2. The next Treasury Secretary matters tremendously for the biggest financial-regulatory issue of the day – the unaddressed problem of Too Big To Fail banks.  Secretary Geithner pre-announced that he would not serve in a second Obama administration[2] so the hunt for a new Treasury Secretary is now underway.  Geithner’s utterly failed to address the TBTF problem and pushed the Obama administration into a business-as-usual, same-guys-in-charge approach to Wall Street reform.  Secretary Paulson’s background as the former Goldman chief who grew up professionally with the rest of Wall Street’s heads played an inordinate role in selecting the winners and losers of the Credit Crunch of 2008, along with in providing the ultimate government backstop for the country’s biggest financial firms.  Had Paulson come from any other industry – instead of finance – he would have seen what the rest of us saw: It’s unconscionable to allow firms to pay executive bonuses[3] in the same year that the firms were bailed out by taxpayers.  Geithner continued Paulson’s protective approach to Wall Street banks, rather than seizing the opportunity to extract real concessions or reform when the industry needed the government to survive.

I’m not suggesting we put someone like Elizabeth Warren[4] in charge, but we need someone who can independently evaluate what parts of Wall Street need supporting and which parts need curbing.  Somebody, in other words, who didn’t spend his or her entire life working on the Street.

3. The “Fiscal Cliff” and fiscal responsibility.

Obviously the FC now becomes the next hot topic for overheated punditry, at least until we pass the January deadline.

I’m not optimistic about the tone of the discussion nor about the possible results of fiscal compromise, but I do have my wishes.

I wish that, with elections for Congress now two years away, can we have less complete bullshit when it comes to fiscal policy positions?  Would that be too much to ask?

One party’s leader says the solution lies in tax cuts.  The other party’s leader says the solution lies in more generous social spending.  One party’s leader says military spending is untouchable.  The other party’s leader says transfer payments and social safety net spending is untouchable.  All those proposals leave us in a worse fiscal position as a nation.

Hey guys?  Can you treat us like grown-ups?  We can handle a bit more truth than you’re giving us credit for.  We know budget deficits have a terrible trajectory and only a combination of tax hikes and spending cuts will correct the course.

Say what you will about the 2016 Republican nominee, Gov.
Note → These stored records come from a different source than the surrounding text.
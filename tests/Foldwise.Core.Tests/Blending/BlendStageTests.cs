using Foldwise.Core.Blending;
using Foldwise.Core.Definition;
using Foldwise.Core.Metrics;

namespace Foldwise.Core.Tests.Blending;

public sealed class BlendStageTests
{
    [Fact]
    public void Refuses_an_empty_pool_clearly()
    {
        var input = new BlendInput(new BlendOptions(), [], [1.0, 2.0], BlendFakes.RoundRobin(2, 2), Metric.Rmse);

        var error = Assert.Throws<InvalidOperationException>(() => BlendStage.Run(input));

        Assert.Contains("pool is empty", error.Message);
    }

    [Theory]
    [InlineData(BlendMode.Simplex)]
    [InlineData(BlendMode.NonNegative)]
    [InlineData(BlendMode.Greedy)]
    public void Gives_a_pool_of_one_weight_one(BlendMode mode)
    {
        // Given one candidate
        var (columns, y) = BlendFakes.Problem(41, 1, 100);
        var input = Input(columns, y, 5, Metric.Rmse, mode);

        // When
        var result = BlendStage.Run(input);

        // Then it is the blend, in sample and nested alike
        Assert.Equal([1.0], result.Weights);
        double single = Metric.Rmse.Score(y, columns[0]);
        Assert.Equal(single, result.Summary.InSampleScore);
        Assert.Equal(single, result.Summary.NestedScore);
        Assert.Equal(single, result.Summary.BestSingleScore);
        Assert.Equal(100, result.Summary.BestSingleTrialId);
    }

    [Theory]
    [InlineData(42, MetricKind.Rmse)]
    [InlineData(43, MetricKind.Rmsle)]
    [InlineData(44, MetricKind.Rmsle)]
    public void Scores_the_blend_in_sample_no_worse_than_the_best_single_trial(int seed, MetricKind kind)
    {
        // Given nine candidates (log-scale target around 3–6, so clamping at 0 never bites)
        var (columns, y) = BlendFakes.Problem(seed, 9, 400);
        var metric = Metric.For(kind);

        // When
        var result = BlendStage.Run(Input(columns, y, 5, metric));

        // Then
        var summary = result.Summary;
        double best = columns.Min(c => metric.Score(y, c));
        Assert.Equal(best, summary.BestSingleScore);
        Assert.True(summary.InSampleScore <= summary.BestSingleScore, $"{summary.InSampleScore} > {summary.BestSingleScore}");
        Assert.True(summary.NestedScore >= summary.InSampleScore, "the nested estimate should not beat the in-sample fit here");
        SimplexLeastSquaresTests.AssertOnSimplex(result.Weights);
        Assert.Equal(result.Weights, summary.Members.Select(m => m.Weight));
        Assert.Equal(Enumerable.Range(100, 9), summary.Members.Select(m => m.TrialId));
    }

    [Fact]
    public void The_nested_fit_for_a_fold_never_sees_that_fold()
    {
        // Given a leaky column: equal to y on fold 0, and elsewhere an honest column's error plus 0.5.
        // Without fold 0 its multiplier is 0.5·Σe > 0 so it gets no weight; a fit that saw fold 0's
        // rows (where its error is 0) would give it weight, as the in-sample fit does.
        const int n = 200;
        var plan = BlendFakes.RoundRobin(n, 4);
        var y = Enumerable.Range(0, n).Select(i => 3 + Math.Sin(i)).ToArray();
        var error = Enumerable.Range(0, n).Select(i => ((i / 4) % 2 == 0 ? 0.5 : -0.5) + 0.05).ToArray();
        var honest = y.Select((t, i) => t + error[i]).ToArray();
        var leaky = y.Select((t, i) => plan.FoldOfRow[i] == 0 ? t : t + error[i] + 0.5).ToArray();
        var input = Input([leaky, honest], y, plan, Metric.Rmse);

        // When
        var result = BlendStage.Run(input);

        // Then fold 0 is predicted by the honest column alone, while fits that include fold 0 use the leak
        Assert.Equal([0.0, 1.0], result.NestedWeights[0]);
        var foldZero = plan.ValidationRows(0).ToArray();
        double honestOnFoldZero = Metric.Rmse.Score(foldZero.Select(r => y[r]).ToArray(), foldZero.Select(r => honest[r]).ToArray());
        Assert.Equal(honestOnFoldZero, result.Summary.NestedFoldScores[0]);
        Assert.True(result.Weights[0] > 0.1, $"in-sample weight on the leaky column {result.Weights[0]}");
        Assert.True(result.NestedWeights[1][0] > 0.1, $"fold 1's nested weight on the leaky column {result.NestedWeights[1][0]}");
    }

    [Theory]
    [InlineData(BlendMode.Simplex)]
    [InlineData(BlendMode.NonNegative)]
    [InlineData(BlendMode.Greedy)]
    public void Nested_weights_equal_a_fit_on_the_other_folds_rows_alone(BlendMode mode)
    {
        // Given
        var (columns, y) = BlendFakes.Problem(45, 6, 300);
        var plan = BlendFakes.RoundRobin(300, 3);

        // When
        var result = BlendStage.Run(Input(columns, y, plan, Metric.Rmse, mode));

        // Then each fold's weights are what the public solver gives on the sliced training rows
        for (int f = 0; f < 3; f++)
        {
            var train = plan.TrainRows(f).ToArray();
            var sliced = columns.Select(c => train.Select(r => c[r]).ToArray()).ToArray();
            var target = train.Select(r => y[r]).ToArray();
            var expected = mode switch
            {
                BlendMode.Simplex => SimplexLeastSquares.Solve(sliced, target),
                BlendMode.NonNegative => NonNegativeLeastSquares.Solve(sliced, target),
                _ => GreedySelection.Solve(sliced, target, BlendStage.GreedyRounds),
            };
            for (int j = 0; j < columns.Length; j++)
            {
                Assert.Equal(expected.Weights[j], result.NestedWeights[f][j], 1e-9);
            }
        }

        // And the nested score is the metric on the pooled nested predictions
        Assert.Equal(Metric.Rmse.Score(y, result.NestedOutOfFold), result.Summary.NestedScore);
        Assert.Equal(Metric.Rmse.Score(y, result.OutOfFold), result.Summary.InSampleScore);
        Assert.Equal(mode, result.Summary.Mode);
        Assert.Equal(3, result.Summary.NestedFoldScores.Length);
    }

    [Fact]
    public void Non_negative_weights_fit_in_sample_at_least_as_well_as_the_simplex()
    {
        var (columns, y) = BlendFakes.Problem(46, 8, 300);

        var simplex = BlendStage.Run(Input(columns, y, 5, Metric.Rmse, BlendMode.Simplex));
        var nnls = BlendStage.Run(Input(columns, y, 5, Metric.Rmse, BlendMode.NonNegative));

        Assert.True(nnls.Summary.InSampleScore <= simplex.Summary.InSampleScore * (1 + 1e-12));
        Assert.All(nnls.Weights, w => Assert.True(w >= 0));
    }

    [Fact]
    public void Breaks_a_best_single_tie_by_the_lower_trial_id()
    {
        // Given two identical candidates, the better one listed first with the higher id
        var (columns, y) = BlendFakes.Problem(47, 2, 100);
        BlendCandidate[] pool = [new(9, "a", columns[0]), new(4, "b", columns[0]), new(2, "c", columns[1])];
        var input = new BlendInput(new BlendOptions(), pool, y, BlendFakes.RoundRobin(100, 4), Metric.Rmse);
        int better = Metric.Rmse.Score(y, columns[0]) <= Metric.Rmse.Score(y, columns[1]) ? 4 : 2;

        // When
        var result = BlendStage.Run(input);

        // Then
        Assert.Equal(better, result.Summary.BestSingleTrialId);
    }

    [Fact]
    public void Combines_test_vectors_by_weight()
    {
        var combined = BlendStage.Combine([0.25, 0.75, 0], [[4.0, 8.0], [0.0, 4.0], [100.0, 100.0]]);

        Assert.Equal([1.0, 5.0], combined);
        Assert.Throws<ArgumentException>(() => BlendStage.Combine([1.0], [[1.0], [2.0]]));
        Assert.Throws<ArgumentException>(() => BlendStage.Combine([0.5, 0.5], [[1.0], [2.0, 3.0]]));
    }

    [Fact]
    public void Rejects_a_fold_plan_for_other_rows()
    {
        var (columns, y) = BlendFakes.Problem(48, 2, 100);

        Assert.Throws<ArgumentException>(() => BlendStage.Run(Input(columns, y, BlendFakes.RoundRobin(99, 3), Metric.Rmse)));
    }

    private static BlendInput Input(double[][] columns, double[] y, int folds, Metric metric, BlendMode mode = BlendMode.Simplex) =>
        Input(columns, y, BlendFakes.RoundRobin(y.Length, folds), metric, mode);

    private static BlendInput Input(double[][] columns, double[] y, global::Foldwise.Core.Folds.FoldPlan plan, Metric metric, BlendMode mode = BlendMode.Simplex) =>
        new(new BlendOptions(mode), [.. columns.Select((c, j) => new BlendCandidate(100 + j, j % 2 == 0 ? "lightgbm" : "fasttree", c))], y, plan, metric);
}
Chris Christie, he’s proved that refreshingly blunt and seemingly unpopular – but honest talk – can appeal to both sides of the political aisle.  Let’s have some more of that as we drive, full throttle, toward the Fiscal Cliff.

4. Tax policy

I’ll have more to write about this shortly, but one of interesting lessons of Mitt Romney’s candidacy is how little the US electorate understands, or cares to understand, about our income tax policies.

By releasing only his 2010 and 2011 income tax returns, Romney effectively obfuscated his financial background.  He signaled (albeit quietly) that his tax-planning strategies were so aggressive that their release would explode his electoral chances.  And yet, I don’t think this cost him anything real in the end in terms of votes.  He calculated – correctly! – that the electorate’s ignorance of current tax policies, and popular tax-planning strategies of the wealthy would protect him.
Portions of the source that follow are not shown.